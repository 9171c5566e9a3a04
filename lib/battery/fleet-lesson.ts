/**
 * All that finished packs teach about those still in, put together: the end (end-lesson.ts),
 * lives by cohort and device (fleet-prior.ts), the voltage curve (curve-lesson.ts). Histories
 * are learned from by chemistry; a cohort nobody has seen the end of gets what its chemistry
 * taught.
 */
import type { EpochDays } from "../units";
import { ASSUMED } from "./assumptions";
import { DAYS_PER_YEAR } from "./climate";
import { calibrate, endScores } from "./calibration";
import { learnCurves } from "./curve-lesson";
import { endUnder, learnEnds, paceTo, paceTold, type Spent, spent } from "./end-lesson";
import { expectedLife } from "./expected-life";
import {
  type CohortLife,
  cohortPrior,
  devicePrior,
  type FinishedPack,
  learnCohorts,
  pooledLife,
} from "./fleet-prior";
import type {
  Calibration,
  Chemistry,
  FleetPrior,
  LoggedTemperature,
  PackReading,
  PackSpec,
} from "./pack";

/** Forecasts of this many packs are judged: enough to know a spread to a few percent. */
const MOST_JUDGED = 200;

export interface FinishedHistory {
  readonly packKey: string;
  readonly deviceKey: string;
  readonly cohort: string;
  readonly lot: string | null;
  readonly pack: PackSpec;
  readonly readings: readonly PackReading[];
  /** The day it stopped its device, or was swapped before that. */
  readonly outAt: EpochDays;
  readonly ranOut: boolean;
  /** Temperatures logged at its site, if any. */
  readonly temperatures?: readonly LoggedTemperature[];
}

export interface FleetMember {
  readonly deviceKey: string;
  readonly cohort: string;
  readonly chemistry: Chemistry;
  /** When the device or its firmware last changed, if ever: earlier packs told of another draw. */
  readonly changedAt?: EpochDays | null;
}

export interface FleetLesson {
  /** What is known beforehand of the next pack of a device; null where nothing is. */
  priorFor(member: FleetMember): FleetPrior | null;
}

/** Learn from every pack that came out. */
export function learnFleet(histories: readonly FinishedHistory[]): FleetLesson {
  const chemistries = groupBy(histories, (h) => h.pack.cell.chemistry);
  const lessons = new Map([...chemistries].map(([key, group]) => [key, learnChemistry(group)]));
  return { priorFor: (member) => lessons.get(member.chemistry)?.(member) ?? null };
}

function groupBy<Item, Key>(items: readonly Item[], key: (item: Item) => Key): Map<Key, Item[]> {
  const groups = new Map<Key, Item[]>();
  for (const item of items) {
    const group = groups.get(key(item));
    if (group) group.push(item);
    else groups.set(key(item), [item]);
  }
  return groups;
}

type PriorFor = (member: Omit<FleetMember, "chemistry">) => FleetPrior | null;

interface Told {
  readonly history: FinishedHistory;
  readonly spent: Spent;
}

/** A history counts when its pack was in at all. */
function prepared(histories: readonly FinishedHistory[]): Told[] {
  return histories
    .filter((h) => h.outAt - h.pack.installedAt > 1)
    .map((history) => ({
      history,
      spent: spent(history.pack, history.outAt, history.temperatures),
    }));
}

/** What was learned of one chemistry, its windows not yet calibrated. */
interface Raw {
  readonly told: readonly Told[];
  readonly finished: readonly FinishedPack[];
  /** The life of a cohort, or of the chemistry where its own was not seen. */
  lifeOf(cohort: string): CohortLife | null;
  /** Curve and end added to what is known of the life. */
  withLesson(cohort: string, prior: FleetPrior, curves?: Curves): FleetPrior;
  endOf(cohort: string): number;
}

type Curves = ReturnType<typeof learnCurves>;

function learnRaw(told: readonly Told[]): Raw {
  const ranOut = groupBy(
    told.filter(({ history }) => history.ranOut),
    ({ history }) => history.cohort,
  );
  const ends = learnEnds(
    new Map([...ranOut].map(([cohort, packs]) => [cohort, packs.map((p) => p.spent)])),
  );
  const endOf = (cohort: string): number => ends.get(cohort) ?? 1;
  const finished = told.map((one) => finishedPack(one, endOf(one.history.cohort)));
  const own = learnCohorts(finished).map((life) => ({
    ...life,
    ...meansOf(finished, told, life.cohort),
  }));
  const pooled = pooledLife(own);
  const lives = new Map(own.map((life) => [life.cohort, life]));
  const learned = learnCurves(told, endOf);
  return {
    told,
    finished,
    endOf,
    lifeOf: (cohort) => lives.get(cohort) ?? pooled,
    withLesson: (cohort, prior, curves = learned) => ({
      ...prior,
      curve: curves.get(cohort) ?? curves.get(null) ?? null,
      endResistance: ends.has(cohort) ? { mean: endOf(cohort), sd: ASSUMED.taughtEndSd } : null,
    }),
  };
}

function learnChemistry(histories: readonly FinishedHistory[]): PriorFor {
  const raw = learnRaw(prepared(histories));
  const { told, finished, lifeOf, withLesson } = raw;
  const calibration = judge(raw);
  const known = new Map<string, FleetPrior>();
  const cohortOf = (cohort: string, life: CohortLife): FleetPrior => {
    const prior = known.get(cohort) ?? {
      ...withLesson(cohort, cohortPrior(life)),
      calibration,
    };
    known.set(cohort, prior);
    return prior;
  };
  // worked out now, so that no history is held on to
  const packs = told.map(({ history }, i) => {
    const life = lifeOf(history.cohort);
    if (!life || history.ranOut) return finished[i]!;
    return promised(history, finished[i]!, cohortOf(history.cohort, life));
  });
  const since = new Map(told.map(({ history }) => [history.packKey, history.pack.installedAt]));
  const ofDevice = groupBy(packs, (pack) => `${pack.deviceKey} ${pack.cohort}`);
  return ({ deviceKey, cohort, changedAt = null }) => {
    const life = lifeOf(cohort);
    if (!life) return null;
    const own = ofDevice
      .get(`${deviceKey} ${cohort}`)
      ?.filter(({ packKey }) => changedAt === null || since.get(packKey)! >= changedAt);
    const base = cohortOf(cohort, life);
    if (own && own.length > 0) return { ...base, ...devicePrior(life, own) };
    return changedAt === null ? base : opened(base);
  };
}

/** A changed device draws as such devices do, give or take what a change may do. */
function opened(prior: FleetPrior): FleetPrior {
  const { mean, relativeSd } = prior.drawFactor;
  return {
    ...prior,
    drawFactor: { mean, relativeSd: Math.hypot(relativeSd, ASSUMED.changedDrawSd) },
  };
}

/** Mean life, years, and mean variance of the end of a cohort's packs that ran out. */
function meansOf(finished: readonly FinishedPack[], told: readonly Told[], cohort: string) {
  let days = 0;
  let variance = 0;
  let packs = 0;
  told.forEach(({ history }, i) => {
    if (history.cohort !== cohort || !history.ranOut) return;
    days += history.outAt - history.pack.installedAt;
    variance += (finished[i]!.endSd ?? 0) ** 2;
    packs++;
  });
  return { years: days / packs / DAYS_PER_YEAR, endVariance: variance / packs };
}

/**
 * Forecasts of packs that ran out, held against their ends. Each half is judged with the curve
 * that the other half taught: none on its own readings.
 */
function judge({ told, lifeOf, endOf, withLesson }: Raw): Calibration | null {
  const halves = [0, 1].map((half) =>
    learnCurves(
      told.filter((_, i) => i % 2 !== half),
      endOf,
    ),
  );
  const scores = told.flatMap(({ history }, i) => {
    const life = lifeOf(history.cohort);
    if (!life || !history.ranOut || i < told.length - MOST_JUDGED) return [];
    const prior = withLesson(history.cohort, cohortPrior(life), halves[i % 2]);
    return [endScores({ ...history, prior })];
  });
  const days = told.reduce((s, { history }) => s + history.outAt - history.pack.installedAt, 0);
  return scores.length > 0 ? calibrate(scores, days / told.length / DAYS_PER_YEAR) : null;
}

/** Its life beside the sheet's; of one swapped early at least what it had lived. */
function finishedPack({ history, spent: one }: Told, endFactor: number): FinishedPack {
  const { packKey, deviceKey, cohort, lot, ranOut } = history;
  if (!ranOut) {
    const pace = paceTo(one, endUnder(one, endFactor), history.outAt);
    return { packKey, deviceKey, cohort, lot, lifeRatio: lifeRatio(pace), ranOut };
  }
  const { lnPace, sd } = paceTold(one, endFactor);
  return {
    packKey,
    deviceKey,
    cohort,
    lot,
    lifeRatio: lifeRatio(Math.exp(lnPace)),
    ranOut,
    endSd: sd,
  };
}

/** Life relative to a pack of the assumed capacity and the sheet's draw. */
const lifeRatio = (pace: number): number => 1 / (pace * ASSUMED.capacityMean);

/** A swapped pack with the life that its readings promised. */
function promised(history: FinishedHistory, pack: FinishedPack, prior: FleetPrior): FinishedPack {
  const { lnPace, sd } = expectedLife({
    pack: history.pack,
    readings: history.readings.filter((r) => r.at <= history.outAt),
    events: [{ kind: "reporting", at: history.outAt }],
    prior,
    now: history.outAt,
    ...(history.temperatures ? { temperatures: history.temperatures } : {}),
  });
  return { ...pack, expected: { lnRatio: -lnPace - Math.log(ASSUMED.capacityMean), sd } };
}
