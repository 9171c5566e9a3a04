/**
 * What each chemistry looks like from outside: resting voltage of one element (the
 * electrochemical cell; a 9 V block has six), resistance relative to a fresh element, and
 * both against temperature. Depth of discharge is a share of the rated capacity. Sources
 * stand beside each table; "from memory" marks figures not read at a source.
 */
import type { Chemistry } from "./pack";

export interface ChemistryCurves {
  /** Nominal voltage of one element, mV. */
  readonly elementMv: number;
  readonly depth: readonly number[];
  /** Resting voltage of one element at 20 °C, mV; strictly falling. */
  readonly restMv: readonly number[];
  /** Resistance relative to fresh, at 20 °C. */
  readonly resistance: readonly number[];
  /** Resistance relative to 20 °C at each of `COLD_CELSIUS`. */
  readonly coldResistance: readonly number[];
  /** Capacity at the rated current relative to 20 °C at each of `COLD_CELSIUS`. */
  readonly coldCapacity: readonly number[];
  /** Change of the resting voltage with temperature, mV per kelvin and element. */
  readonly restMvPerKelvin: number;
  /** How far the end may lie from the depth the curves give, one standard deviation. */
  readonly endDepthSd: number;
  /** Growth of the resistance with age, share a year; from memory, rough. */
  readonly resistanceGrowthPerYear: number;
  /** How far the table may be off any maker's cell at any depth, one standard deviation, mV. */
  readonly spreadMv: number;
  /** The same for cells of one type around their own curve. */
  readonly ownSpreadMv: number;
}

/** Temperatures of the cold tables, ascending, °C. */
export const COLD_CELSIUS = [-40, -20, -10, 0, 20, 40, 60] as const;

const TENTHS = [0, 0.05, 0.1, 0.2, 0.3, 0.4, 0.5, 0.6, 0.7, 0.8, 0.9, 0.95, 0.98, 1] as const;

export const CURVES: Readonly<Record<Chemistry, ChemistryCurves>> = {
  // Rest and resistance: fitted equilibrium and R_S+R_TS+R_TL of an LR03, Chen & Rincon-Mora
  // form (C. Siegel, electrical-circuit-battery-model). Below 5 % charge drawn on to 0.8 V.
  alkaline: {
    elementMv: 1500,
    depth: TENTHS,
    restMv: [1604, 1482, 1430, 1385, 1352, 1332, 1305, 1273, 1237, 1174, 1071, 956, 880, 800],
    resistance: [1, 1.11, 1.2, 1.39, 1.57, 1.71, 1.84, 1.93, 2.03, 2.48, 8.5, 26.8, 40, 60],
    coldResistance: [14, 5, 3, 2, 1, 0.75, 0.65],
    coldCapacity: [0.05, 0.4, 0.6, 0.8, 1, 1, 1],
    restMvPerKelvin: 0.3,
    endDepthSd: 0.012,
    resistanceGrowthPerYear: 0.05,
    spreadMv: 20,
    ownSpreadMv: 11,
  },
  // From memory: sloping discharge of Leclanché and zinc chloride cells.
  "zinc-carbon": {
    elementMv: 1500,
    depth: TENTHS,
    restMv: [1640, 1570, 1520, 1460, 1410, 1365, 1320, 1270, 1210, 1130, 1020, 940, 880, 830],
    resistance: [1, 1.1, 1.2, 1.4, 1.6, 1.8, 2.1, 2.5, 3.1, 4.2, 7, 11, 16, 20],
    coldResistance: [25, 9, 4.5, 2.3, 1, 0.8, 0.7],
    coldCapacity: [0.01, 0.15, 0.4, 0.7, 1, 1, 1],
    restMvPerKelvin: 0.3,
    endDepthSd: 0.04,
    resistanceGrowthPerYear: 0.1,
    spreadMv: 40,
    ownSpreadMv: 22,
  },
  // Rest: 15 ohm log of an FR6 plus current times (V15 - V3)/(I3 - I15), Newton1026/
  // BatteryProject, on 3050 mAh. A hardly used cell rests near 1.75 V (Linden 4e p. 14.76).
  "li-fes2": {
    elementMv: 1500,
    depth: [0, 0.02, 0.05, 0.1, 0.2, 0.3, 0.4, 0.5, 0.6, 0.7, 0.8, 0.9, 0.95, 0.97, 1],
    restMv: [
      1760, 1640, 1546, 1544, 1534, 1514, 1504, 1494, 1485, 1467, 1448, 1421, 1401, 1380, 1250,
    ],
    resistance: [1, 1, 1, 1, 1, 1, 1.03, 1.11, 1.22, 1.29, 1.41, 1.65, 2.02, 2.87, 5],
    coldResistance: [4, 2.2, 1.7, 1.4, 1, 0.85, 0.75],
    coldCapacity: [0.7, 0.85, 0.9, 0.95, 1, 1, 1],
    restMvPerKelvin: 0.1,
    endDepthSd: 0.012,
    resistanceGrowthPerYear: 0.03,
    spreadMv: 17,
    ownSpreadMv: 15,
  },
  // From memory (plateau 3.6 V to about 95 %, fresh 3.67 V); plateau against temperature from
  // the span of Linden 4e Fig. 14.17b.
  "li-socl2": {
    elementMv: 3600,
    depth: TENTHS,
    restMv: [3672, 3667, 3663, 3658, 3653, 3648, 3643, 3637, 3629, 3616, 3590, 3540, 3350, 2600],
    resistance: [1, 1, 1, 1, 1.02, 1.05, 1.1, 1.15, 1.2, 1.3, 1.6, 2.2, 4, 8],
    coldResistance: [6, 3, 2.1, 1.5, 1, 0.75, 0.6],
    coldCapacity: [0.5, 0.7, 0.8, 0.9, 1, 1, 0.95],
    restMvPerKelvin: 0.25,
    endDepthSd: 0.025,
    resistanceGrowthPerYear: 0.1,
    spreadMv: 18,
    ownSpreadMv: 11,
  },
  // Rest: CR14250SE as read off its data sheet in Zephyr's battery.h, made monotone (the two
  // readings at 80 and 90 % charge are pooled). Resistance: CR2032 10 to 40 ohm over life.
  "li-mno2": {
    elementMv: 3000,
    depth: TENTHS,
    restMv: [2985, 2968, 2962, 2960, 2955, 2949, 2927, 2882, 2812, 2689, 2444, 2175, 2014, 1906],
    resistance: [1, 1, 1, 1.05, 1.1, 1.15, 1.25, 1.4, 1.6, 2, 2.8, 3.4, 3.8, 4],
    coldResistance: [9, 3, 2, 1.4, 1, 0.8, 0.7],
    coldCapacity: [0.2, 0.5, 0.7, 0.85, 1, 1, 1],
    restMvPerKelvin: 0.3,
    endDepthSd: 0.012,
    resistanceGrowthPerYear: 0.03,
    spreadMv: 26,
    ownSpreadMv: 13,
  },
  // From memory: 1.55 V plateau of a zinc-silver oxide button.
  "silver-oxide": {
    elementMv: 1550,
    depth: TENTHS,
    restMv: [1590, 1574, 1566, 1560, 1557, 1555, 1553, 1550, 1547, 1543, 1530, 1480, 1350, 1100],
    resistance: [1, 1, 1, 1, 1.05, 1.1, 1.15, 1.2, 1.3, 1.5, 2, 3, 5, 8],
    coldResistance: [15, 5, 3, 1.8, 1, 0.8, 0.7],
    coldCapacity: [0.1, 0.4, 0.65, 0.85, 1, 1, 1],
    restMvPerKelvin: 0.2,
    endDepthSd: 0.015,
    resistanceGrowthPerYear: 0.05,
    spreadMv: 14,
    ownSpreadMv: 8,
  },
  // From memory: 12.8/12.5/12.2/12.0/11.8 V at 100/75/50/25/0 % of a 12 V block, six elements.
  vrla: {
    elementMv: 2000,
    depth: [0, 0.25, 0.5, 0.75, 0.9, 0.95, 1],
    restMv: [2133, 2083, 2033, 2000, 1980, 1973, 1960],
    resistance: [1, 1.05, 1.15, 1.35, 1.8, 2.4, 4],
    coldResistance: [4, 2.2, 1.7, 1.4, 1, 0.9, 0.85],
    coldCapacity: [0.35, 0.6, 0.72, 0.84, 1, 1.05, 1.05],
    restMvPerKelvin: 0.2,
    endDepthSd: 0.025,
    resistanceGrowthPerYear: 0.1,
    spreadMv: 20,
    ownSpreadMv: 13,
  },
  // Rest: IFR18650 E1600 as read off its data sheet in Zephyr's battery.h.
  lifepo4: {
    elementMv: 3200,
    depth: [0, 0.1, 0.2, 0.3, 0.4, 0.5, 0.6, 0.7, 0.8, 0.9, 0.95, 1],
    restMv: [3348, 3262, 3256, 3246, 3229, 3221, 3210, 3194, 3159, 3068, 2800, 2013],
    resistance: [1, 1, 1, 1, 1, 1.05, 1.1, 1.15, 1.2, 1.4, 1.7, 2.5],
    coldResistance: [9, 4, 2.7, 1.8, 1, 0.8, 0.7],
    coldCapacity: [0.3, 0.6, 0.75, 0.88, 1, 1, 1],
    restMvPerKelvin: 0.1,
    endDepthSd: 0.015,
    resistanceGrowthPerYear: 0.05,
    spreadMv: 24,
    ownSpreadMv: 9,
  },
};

Problem description:
If a line in the records contains the string "lifeRatio", copy it out.

The completed task:
    return { packKey, deviceKey, cohort, lot, lifeRatio: lifeRatio(pace), ranOut };
    lifeRatio: lifeRatio(Math.exp(lnPace)),
const lifeRatio = (pace: number): number => 1 / (pace * ASSUMED.capacityMean);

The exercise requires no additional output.